So obviously the UN is funding various initiatives. You have number of corporates including PwC, Microsoft, Google and a number of other large companies are supporting that initiative. And you also see countries very specifically taking up some of these objectives and promoting the AI for Earth kind of use cases. And there have been some very interesting examples of how AI can be used. For example with all the satellite imagery we can really see the growth of cities or the growth of forests in any particular area. And then based on that take whatever directions to increase the forest cover. For example we as PwC, we looked at that specific thing in India and specifically in Mumbai we looked at how the construction areas within the greater Mumbai is expanding and then encroaching upon all of the other rural areas. And essentially looking at how slums are growing. So the inequality all of that can be essentially got from satellite images. People are looking at the night time image from the satellites and saying how has it changed in the past 10 years, 20 years to sort of plot the economic development of those various countries. So there are a number of ways in which we can use AI satellite imagery and drones for example, at the imagery that's coming from drones for very much the common good, the beneficial good. And people are using various AI algorithms to catch poachers for example in Africa. So some very interesting applications of AI all targeted towards these kinds of issues. I'm quite hopeful that with all of these things we will at least find a way to again may not be equally distributed but at least find more equitable distribution of the benefits of AI rather than just having it being in one or two companies or individuals.
Paramita: I would have loved to go on with this conversation but we have more questions to go through. One more from Luis Salerno... he asks: isn't the rise of AI and the promise of automating almost everything somehow linked to the generalised idea that business translates into growth, endless growth no matter what is at stake?
Anand: Yes this is a very interesting premise. So that we will start automating more and more of the work. And what is left for humans to do is one of those questions. And if you actually look at the evolution of mankind humans over the past what about 2000 - 3000 - 4000 number of years you'll see that initially it was almost 100 percent of the population was required to find food. So either hunt or use agriculture. And then of course when the Industrial Revolution came in that percentage decreased rapidly and more than 60-70 percent of it was around producing goods and only 25-30 percent of the population was needed to produce agriculture. Now that percentage has come down even further. I believe it's around 7 or 8 percent of the population of the globe is sufficient to feed everyone. The problem is more distribution of that food as opposed to manufacturing or generating that food. Now most of this is into the manufacturing and more into the service industry now as more and more service job gets automated people are wondering what will be next.
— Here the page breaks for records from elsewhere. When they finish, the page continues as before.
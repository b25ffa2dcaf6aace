import assert from "node:assert/strict";
import * as vscode from "vscode";
import { sameAsCommandLine } from "./sameAsCommandLine.ts";
import { eventually, hintLabels, openNote, type Test } from "./workbench.ts";

/** What the commands of the extension do. Opening the demo is among the tests of the page, for it opens one. */
export const commandTests: readonly Test[] = [
  [
    "hints are turned off and on again",
    async () => {
      const { document } = await openNote("winter-shuttle.plumb");
      await vscode.commands.executeCommand("plumbline.toggleHints");
      await eventually("no hints", async () => assert.equal((await hintLabels(document)).length, 0));
      await vscode.commands.executeCommand("plumbline.toggleHints");
      await eventually("hints again", async () => assert.ok((await hintLabels(document)).length > 15));
    },
  ],
  [
    "the server is restarted and answers again",
    async () => {
      const { document } = await openNote("winter-shuttle.plumb");
      await vscode.commands.executeCommand("plumbline.restartServer");
      await eventually("hints after the restart", async () =>
        assert.ok((await hintLabels(document)).length > 15),
      );
      await sameAsCommandLine("winter-shuttle.plumb");
    },
  ],
];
And to me I think we'll always find things that we want to do and what we are seeing emerge is people to people business. So where people are interacting with other people that is something that would be on the rise for example entertainment. So people are spending lots of money in going to concerts, movies and so that is in entertainment business. Same thing with games. So yes you might for argument's sake you might want to watch a robot team robo-soccer between two teams that that will soon wane you'd still want to watch people. So one team play against the other. And again you see the salary increases of people in the games or the entertainment industry have actually shot up quite a lot over the past 20-30 years since we have had the media. So in that sense people are now looking at taking extreme sports for example which we never imagined that that we could do in the past. So we will pick up things which are uniquely human and leave more of the mundane things for the machines. So I don't think we would get to a stage where people will be wondering what do I do now. If more and more of those things are provided for you then we'll be using our mental and physical power to do things which are interesting and which we find enlightening and happy, make us happy. So I think in that sense we'll continue to do the things that we do.
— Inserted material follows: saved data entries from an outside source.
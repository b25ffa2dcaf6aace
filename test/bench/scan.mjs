/** Looks at every character once and counts the lines that begin with a bar: the least that reading a text takes. */
export function scan(text) {
  let bars = 0;
  let begins = true;
  for (let at = 0; at < text.length; at++) {
    const character = text.charCodeAt(at);
    if (begins && character === 0x7c) bars++;
    begins = character === 0x0a;
  }
  return bars;
}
And there's another notion around is the endless growth. One of the private equity leaders in the US mentioned this, which I think, is very interesting. He basically made the point that progress is deflationary. In other words if the technology is always progressing if it progresses then it is essentially going to bring the cost down. So there'll be a time when we are essentially... we can't be going for growth growth growth all the time because we would pretty much have everything that we need just on this planet at least. So one can argue if you're interested in space that that's probably the time but there's nothing much to "do here" to get that growth. So you'll go into the moon and Mars and explore and then I think it becomes more endless in terms of the capacity. Whereas on earth we might reach a point where we have got everything that we want. Again "Abundance" is another book by one of the singularity people who have written this and which very much goes around the cost curve coming down for a whole host of different things and which we have seen even within our own lifetime. The notion of bandwidth so communicating from a person across the world. I still remember in 2000 and it was a dollar a minute to talk to India and everyone will watch the time for three minutes, five minutes, 10 minutes no more. Now it is pretty much fifteen dollars. You can keep talking forever if you want.
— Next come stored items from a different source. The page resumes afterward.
/**
 * Writes a `.plumb` note of exactly `lines` lines (100 or more) with exactly `findings` findings.
 *
 * A head of 15 lines holds a card, limits and a setting; then every five lines are one of prose, one
 * point of three bar lines, and a blank one. Ten points make a sector: its first restates the weight,
 * the others burn. Every fourth point has a tolerance, by turns on its bank and on its speed. Ten points,
 * spread evenly, break the bank limit and hold a stale claim, two findings each, so that the answers are
 * of one size at every length.
 *
 * With `restated: false` the weight is stated once and a kilogram burnt at each point, so that an edit of
 * a burn reaches every point below it.
 */
export function generateNote(lines, { restated = true } = {}) {
  const count = Math.floor((lines - head.length) / 5);
  const broken = new Set(
    Array.from({ length: brokenPoints }, (_, k) => Math.floor(((k + 0.5) * count) / brokenPoints)),
  );
  const legs = restated ? sector : sector.slice(1, -1);
  const all = [...head];
  for (let index = 0; index < count; index++) {
    all.push(prose[index % prose.length]);
    all.push(...point(index, legs[index % legs.length], { broken: broken.has(index), restated }), "");
  }
  while (all.length < lines) all.push(prose[all.length % prose.length]);
  return `${all.join("\n")}\n`;
}

const brokenPoints = 10;

/** What `check` has to find in a generated note. */
export const findings = 2 * brokenPoints;

const head = [
  "# A generated note",
  "",
  '| aircraft pipitwing-52 "Pipitwing 52, an invented twin jet"',
  '| source "invented for the benchmark" issue 1; basis vsr; reference 60 t; mass 36 t to 64 t, landing 58 t',
  "| config clean stall 136 kt, load -1 to 2.5; config flaps-5 stall 125 kt, load 0 to 2, vfe 230 kt",
  "| config flaps-15 stall 116 kt, load 0 to 2, vfe 210 kt, takeoff; config flaps-30 stall 107 kt, load 0 to 2, vfe 180 kt, landing",
  "| wing 110 m2, chord 3.8 m; vmo 320 kt; mmo 0.80; ceiling FL390; vmca 100 kt; warning 1.03",
  "| lift-mach clean 0.30 1.00, 0.50 0.92, 0.70 0.79, 0.80 0.68; cg-effect 14 % 1.000, 24 % 0.991, 34 % 0.983",
  "| buffet clean 0.40 1.25, 0.60 1.06, 0.74 0.82, 0.80 0.62",
  "",
  '| limits pipit-rules "Invented operator"; source "operations manual, invented" issue 3; must any bank 30',
  "| must takeoff, departure, missed ratio 1.13, vs 1.2; should climb ratio 1.18, vs 1.25; should any overshoot 15",
  "| must approach, circling, landing ratio 1.23, vs 1.3; must takeoff bank 15 when engine-out; should any buffet 1.3 above FL250",
  "",
  "| fly pipitwing-52; under pipit-rules; rules ifr; qnh 1013 hPa; isa +4; cg 22 %",
];

/** One sector, each leg with speeds well inside what its configuration and the limits ask. */
const sector = [
  { phase: "takeoff", config: "flaps-15", altitude: "900 ft", speed: "v2min + 25 kt", spread: "5 kt" },
  { phase: "departure", config: "flaps-5", altitude: "3200 ft", speed: "195 kt", spread: "5 kt" },
  { phase: "climb", config: "clean", altitude: "9000 ft", speed: "250 kt", spread: "5 kt" },
  { phase: "climb", config: "clean", altitude: "FL180", speed: "280 kt", spread: "5 kt" },
  { phase: "climb", config: "clean", altitude: "FL260", speed: "M 0.68", spread: "0.01" },
  { phase: "cruise", config: "clean", altitude: "FL350", speed: "M 0.74", spread: "0.01" },
  { phase: "descent", config: "clean", altitude: "FL240", speed: "290 kt", spread: "5 kt" },
  { phase: "hold", config: "clean", altitude: "FL090", speed: "215 kt", spread: "5 kt" },
  { phase: "approach", config: "flaps-15", altitude: "2500 ft", speed: "165 kt", spread: "5 kt" },
  { phase: "landing", config: "flaps-30", altitude: "700 ft", speed: "vref + 25 kt", spread: "5 kt" },
];

const prose = [
  "The turn is gentle here, since the cabin is still being cleared.",
  "Traffic from the north joins at this place most mornings; the crew keep a lookout.",
  "Terrain lies to the left, and it rises slowly towards the lake.",
  "Nothing else to note, but the wind tends to veer after noon.",
];

function point(index, leg, { broken, restated }) {
  const weighed = restated ? index % 10 === 0 : index === 0;
  const burn = restated ? 200 + ((index * 37) % 300) : 1;
  const mass = weighed
    ? `weight ${(restated ? 56 + (index % 17) / 10 : 62).toFixed(1)} t`
    : `burn ${burn} kg`;
  const tolerance = index % 4 === 3 ? (index % 8 === 3 ? "bank" : "speed") : "none";
  const speed = tolerance === "speed" ? `${leg.speed} +- ${leg.spread}` : leg.speed;
  const bank = `${broken ? 33 : 12}${tolerance === "bank" ? " +- 3" : ""} ${index % 2 === 0 ? "left" : "right"}`;
  return [
    `| phase ${leg.phase} "Turn ${index + 1}"; ${mass}`,
    `| config ${leg.config}; altitude ${leg.altitude}; speed ${speed}`,
    `| bank ${bank}${broken ? "; claim stall 250 kt" : ""}`,
  ];
}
Paramita: There's Facebook!
Anand: Yeah there is Facebook right. So it is always connected so. And if you are into WhatsApp then it is literally free to essentially stay connected. Again that's just one aspect but more of that information based and bandwidth based kind of things are pretty much almost free.
And that's the kind of society we might be getting into. So it's very hard to look for growth in those kinds of industries. So the government might own some of those or large corporations might own some of those and it becomes part of the common good.
Paramita: So according to you think that that we would probably be doing things that we like doing more and more if we "don't have anything to do".
Anand: The majority of us will be doing that. I'm not sure if some of us would be bored but I don't mind being bored for a while given all the work that we do...
Paramita: The next question is. Well it's actually related to all this because you mentioned singularity. So one question comes from Rafael Junger. He asks: how far are we from singularity and does that notion even make sense?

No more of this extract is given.